PROBLEM TO WORK ON> Look through the records below for the line with "const long = planDistance(from, to);". Return that line and each one after it up to and including the line with "readonly box: LabelBox;", exactly.

MATERIAL PROVIDED>
+++

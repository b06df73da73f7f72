import { planDistance } from '../geometry/plan-distance.ts';
import type { LabelBox } from './label-box.ts';
import type { Spot } from './marks.ts';

/** In mm: from one spot to the next, and how far a line may be from straight under a label. */
const [STEP, SAG] = [4, 0.7];

type Station = { readonly at: Spot; readonly distance: number };

/** Places on a line at even distances. */
function stationsOf(line: readonly Spot[], step: number): Station[] {
  const found: Station[] = [];
  let [passed, next] = [0, step / 2];
  for (const [k, to] of line.entries()) {
    const from = line[k - 1];
    if (from === undefined) continue;
    const [dx, dy] = [to[0] - from[0], to[1] - from[1]];
    const long = planDistance(from, to);
    for (; next <= passed + long; next += step) {
      const share = (next - passed) / long;
      found.push({ at: [from[0] + share * dx, from[1] + share * dy], distance: next });
    }
    passed += long;
  }
  return found;
}

/** A direction that words can be read in: never from right to left. */
function readable([x, y]: Spot): Spot {
  const turned = x < -1e-9 || (Math.abs(x) <= 1e-9 && y > 0);
  return turned ? [-x, -y] : [x, y];
}

/**
 * Where words of a length may stand on a line, along it, where it is nearly straight. The line's length in
 * the middle of each spot comes with it.
 *
 * Units: mm. Valid: none on a line that is shorter than the words. Source: [own].
 */
export function spotsAlong(
  line: readonly Spot[],
  { wide, tall }: { readonly wide: number; readonly tall: number },
): { readonly box: LabelBox; readonly distance: number }[] {
  const stations = stationsOf(line, STEP);
  const reach = Math.max(1, Math.round(wide / 2 / STEP));
  return stations.flatMap(({ at, distance }, k) => {
    const [from, to] = [stations[k - reach], stations[k + reach]];
    if (from === undefined || to === undefined) return [];
    const [dx, dy] = [to.at[0] - from.at[0], to.at[1] - from.at[1]];
    const long = planDistance(from.at, to.at);
    const sag = Math.abs(dx * (at[1] - from.at[1]) - dy * (at[0] - from.at[0])) / long;
    if (!(sag <= SAG) || long < 2 * reach * STEP * 0.9) return [];
    const along = readable([dx / long, dy / long]);
    return [{ distance, box: { middle: at, halfWide: wide / 2, halfTall: tall / 2, along } }];
  });
}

+++

SOLUTION TO THE EXERCISE>
    const long = planDistance(from, to);
    for (; next <= passed + long; next += step) {
      const share = (next - passed) / long;
      found.push({ at: [from[0] + share * dx, from[1] + share * dy], distance: next });
    }
    passed += long;
  }
  return found;
}

/** A direction that words can be read in: never from right to left. */
function readable([x, y]: Spot): Spot {
  const turned = x < -1e-9 || (Math.abs(x) <= 1e-9 && y > 0);
  return turned ? [-x, -y] : [x, y];
}

/**
 * Where words of a length may stand on a line, along it, where it is nearly straight. The line's length in
 * the middle of each spot comes with it.
 *
 * Units: mm. Valid: none on a line that is shorter than the words. Source: [own].
 */
export function spotsAlong(
  line: readonly Spot[],
  { wide, tall }: { readonly wide: number; readonly tall: number },
): { readonly box: LabelBox; readonly distance: number }[] {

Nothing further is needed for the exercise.